Minnesota Supreme Court race pits Thissen against troubled lawyer Michelle MacDonald

By: - October 27, 2020 6:00 am

Minnesota Supreme Court Justice Paul Thissen is facing challenger Michelle MacDonald in the 2020 election.

Minnesota Supreme Court elections typically don’t attract much attention, but this year’s race between an incumbent justice and a controversial perennial challenger may be an exception.

Supreme Court Justice Paul Thissen is facing Michelle MacDonald, a family lawyer whose career includes three other Supreme Court bids and multiple disciplinary incidents.

In court documents published last week, a judge recommended MacDonald be placed on professional probation for the second time. This means a MacDonald victory would potentially set up an odd outcome: A Minnesota Supreme Court justice on probation.

Also awkward: The Supreme Court will review the disciplinary recommendation and make a final decision.

Minnesota is one of 38 states whose voters decide who sits on the state’s highest court. It’s not often in the spotlight, but the seven justices are tasked with a number of important responsibilities on the “court of last resort.” They review cases appealed from lower courts, interpret the Minnesota and U.S. Constitution and regulate the state’s legal system.  

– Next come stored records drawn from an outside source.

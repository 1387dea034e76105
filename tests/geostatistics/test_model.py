"""The variogram model and its conventions."""

from __future__ import annotations

import json

import numpy as np
import pytest
from hypothesis import given, settings
from hypothesis import strategies as st

import sms_resource.geostatistics as geostatistics
from sms_resource.geostatistics import Structure, VariogramModel, block_variance, rotation_axes


def unit(shape="spherical", nugget=0.0, ranges=(1.0, 1.0, 1.0), **angles):
    return VariogramModel(nugget, [Structure(shape, 1.0, ranges)], **angles)


def test_axes_without_rotation():
    np.testing.assert_allclose(rotation_axes(0.0), [[0, 1, 0], [1, 0, 0], [0, 0, 1]], atol=1e-15)


def test_axes_by_hand():
    r = np.sqrt(0.5)
    # major to the north-east
    np.testing.assert_allclose(rotation_axes(45.0)[0], [r, r, 0.0], atol=1e-15)
    # plunge is positive downward
    np.testing.assert_allclose(rotation_axes(0.0, 45.0)[0], [0.0, r, -r], atol=1e-15)
    # looking north, along the major axis, the tilt turns the semi-major from east down
    np.testing.assert_allclose(rotation_axes(0.0, 0.0, 45.0)[1], [r, 0.0, -r], atol=1e-15)


@settings(deadline=None)
@given(*[st.floats(-360.0, 360.0)] * 3)
def test_axes_are_orthonormal(azimuth, plunge, tilt):
    axes = rotation_axes(azimuth, plunge, tilt)
    np.testing.assert_allclose(axes @ axes.T, np.eye(3), atol=1e-12)


@pytest.mark.parametrize(
    ("shape", "at_half", "at_range"),
    [
        ("spherical", 1.5 * 0.5 - 0.5 * 0.125, 1.0),
        ("exponential", 1.0 - np.exp(-1.5), 1.0 - np.exp(-3.0)),
        ("gaussian", 1.0 - np.exp(-0.75), 1.0 - np.exp(-3.0)),
    ],
)
def test_shapes(shape, at_half, at_range):
    model = unit(shape, nugget=0.5, ranges=(10.0, 20.0, 5.0))
    # major = north, semi-major = east, minor = up
    half = model.variogram([[0, 5, 0], [10, 0, 0], [0, 0, 2.5]])
    whole = model.variogram([[0, 10, 0], [20, 0, 0], [0, 0, 5]])
    np.testing.assert_allclose(half, 0.5 + at_half)
    np.testing.assert_allclose(whole, 0.5 + at_range)
    assert model.total_sill == 1.5


def test_nugget_at_zero_distance():
    model = unit(nugget=0.5)
    assert model.variogram([[0.0, 0.0, 0.0]])[0] == 0.0
    assert model.covariance([[0.0, 0.0, 0.0]])[0] == 1.5
    np.testing.assert_allclose(model.variogram([[1e-4, 0.0, 0.0]]), 0.5, atol=2e-4)


def test_record_goes_round():
    model = VariogramModel(
        0.1, [Structure("spherical", 1.0, (3, 2, 1)), Structure("gaussian", 0.5, 4.0)], 10.0, 20.0, 30.0
    )
    assert VariogramModel.from_record(json.loads(json.dumps(model.to_record()))) == model
    assert model.structures[1].ranges == (4.0, 4.0, 4.0)
    assert model.scaled(4.0).total_sill == pytest.approx(4.0 * model.total_sill)


@pytest.mark.parametrize(
    ("make", "message"),
    [
        (lambda: Structure("cubic", 1.0, 5.0), "shape 'cubic'"),
        (lambda: Structure("spherical", -1.0, 5.0), "sill of a spherical structure is -1.0"),
        (lambda: Structure("spherical", np.nan, 5.0), "sill"),
        (lambda: Structure("spherical", 1.0, (5.0, 0.0, 5.0)), "each must be above zero"),
        (lambda: Structure("spherical", 1.0, (5.0, 5.0)), "wanted three numbers"),
        (lambda: VariogramModel(-0.1, [Structure("spherical", 1.0, 5.0)]), "nugget is -0.1"),
        (lambda: VariogramModel(0.0, []), "total sill"),
        (lambda: VariogramModel(0.0, [1.0]), "Structure objects"),
        (lambda: VariogramModel(1.0, [], azimuth=np.inf), "azimuth"),
        (lambda: unit().variogram([1.0, 2.0]), "separations has shape"),
    ],
)
def test_bad_models(make, message):
    with pytest.raises(ValueError, match=message):
        make()


# Auxiliary functions of a spherical model of sill 1 and range 1, from the charts of Clark (1979), Practical
# Geostatistics, and Journel & Huijbregts (1978); computed to more digits by independent quadrature.
FINE = 60


@pytest.mark.parametrize(
    ("sides", "counts", "expected", "tolerance"),
    [
        ((0.1, 1e-9, 1e-9), (2000, 1, 1), 0.04995, 1e-6),
        ((0.5, 1e-9, 1e-9), (2000, 1, 1), 0.24375, 1e-6),
        ((1.0, 1e-9, 1e-9), (2000, 1, 1), 0.45, 1e-6),
        ((2.0, 1e-9, 1e-9), (2000, 1, 1), 0.675, 1e-6),
        ((0.1, 0.1, 1e-9), (300, 300, 1), 0.0781, 1e-4),
        ((0.5, 0.5, 1e-9), (300, 300, 1), 0.3760, 1e-4),
        ((1.0, 1.0, 1e-9), (300, 300, 1), 0.6622, 1e-4),
        ((0.1, 0.1, 0.1), (FINE,) * 3, 0.0990491, 1e-4),
        ((0.5, 0.5, 0.5), (FINE,) * 3, 0.4704137, 1e-4),
        ((1.0, 1.0, 1.0), (FINE,) * 3, 0.7882568, 1e-4),
        ((0.5, 0.5, 1e-9), (4, 4, 1), 0.362957, 1e-6),  # what 4 x 4 midpoints give
    ],
)
def test_auxiliary_functions(sides, counts, expected, tolerance):
    assert 1.0 - block_variance(unit(), sides, counts) == pytest.approx(expected, abs=tolerance)


def test_mean_distance_in_a_cube():
    """Robbins' constant: a long-range spherical model is linear, so its F is the mean distance in the cube."""
    far = 1e4
    model = unit(ranges=(far, far, far))
    gamma = (1.0 - block_variance(model, (1.0, 1.0, 1.0), (FINE,) * 3)) * far / 1.5
    assert gamma == pytest.approx(0.6617071822671763, abs=2e-4)
    flat = (1.0 - block_variance(model, (1.0, 1.0, 1e-9), (300, 300, 1))) * far / 1.5
    assert flat == pytest.approx(0.5214054331647207, abs=1e-5)


def test_block_variance_is_the_plain_double_sum():
    model = VariogramModel(0.3, [Structure("exponential", 1.0, (20.0, 9.0, 4.0))], 40.0, 10.0, 5.0)
    offsets = geostatistics.discretisation_offsets((6, 4, 2), (3, 4, 2), 25.0)
    plain = model.structured_covariance(offsets[:, None] - offsets[None]).mean()
    assert block_variance(model, (6, 4, 2), (3, 4, 2), 25.0) == pytest.approx(plain, rel=1e-12)


def test_krige_relation():
    """Variance of points in a field = variance of blocks in it + variance of points in a block."""
    model = VariogramModel(0.0, [Structure("spherical", 1.0, (9.0, 9.0, 9.0))])
    points = block_variance(model, (20, 20, 4), (20, 20, 4))
    blocks = block_variance(model, (5, 5, 2), (5, 5, 2))
    offsets = geostatistics.discretisation_offsets((20, 20, 4), (20, 20, 4))
    inside = geostatistics.discretisation_offsets((5, 5, 2), (5, 5, 2))
    centres = geostatistics.discretisation_offsets((20, 20, 4), (4, 4, 2))
    between = np.array(
        [
            [model.covariance((a + inside)[:, None] - (b + inside)[None]).mean() for b in centres[:16]]
            for a in centres[:1]
        ]
    )
    assert between[0, 0] == pytest.approx(blocks)
    whole = model.covariance(offsets[:, None] - offsets[None]).mean()
    assert whole == pytest.approx(points)
    dispersion_of_points = 1.0 - points
    within, among = 1.0 - blocks, blocks - points
    assert within + among == pytest.approx(dispersion_of_points, abs=1e-12)


def test_public_names():
    for name in geostatistics._HOME:
        assert getattr(geostatistics, name) is not None
    with pytest.raises(AttributeError):
        geostatistics.nothing_of_that_name  # noqa: B018
    assert "ordinary_kriging" in dir(geostatistics)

In recent years, they’ve made major decisions, including rulings that upheld a Minneapolis ordinance requiring employers to provide paid sick leave, and another that blocked the review of crime victims’ cell phones without cause. 

In other states, corporate and ideological interests have successfully taken over courts with far-reaching consequences. In Wisconsin, for example, the deeply partisan court this year overturned an order by the governor to postpone the April primary, resulting in a pandemic election in which voters stood in line for hours amid stay-at-home orders; and temporarily halted the mailing of absentee ballots to more than 1 million voters. 

Incumbent Paul Thissen

Thissen was appointed to the Supreme Court by then-Gov. Mark Dayton in 2018. Thissen resigned from the Minnesota House of Representatives — where he’d served for 16 years, including a term as speaker of the House — to take the job. Before he became a justice, he worked for a private law firm, providing legal counsel for health care organizations. He also unsuccessfully ran for governor twice.

Thissen said his background in law and government makes him a strong candidate for the Supreme Court. His understanding of the policymaking process is helpful in interpreting state laws, he said, and his experiences working with Minnesotans from diverse backgrounds make him more empathetic to the people who come before the court.

“I have a long history of public service in Minnesota, and I feel like this is an extension of that service,” Thissen said. 

Protecting individual rights and increasing access to legal help, especially for low-income people, people of color and people in rural areas, are Thissen’s top priorities on the Supreme Court, he said. He wants to continue the court’s work to make affordable legal counsel more available, like the pilot project the court recently approved that allows paralegals to give advice on eviction and family law cases.

Thissen said he also wants the Supreme Court to remain “a place where the rule of law is honored, and a court whose decisions are set by law rather than a personal or partisan issue.”

“I think that we should hold our justices and our judges to a high standard of professional and ethical conduct,” he said. “And I think that’s a big distinction between my opponent and me.”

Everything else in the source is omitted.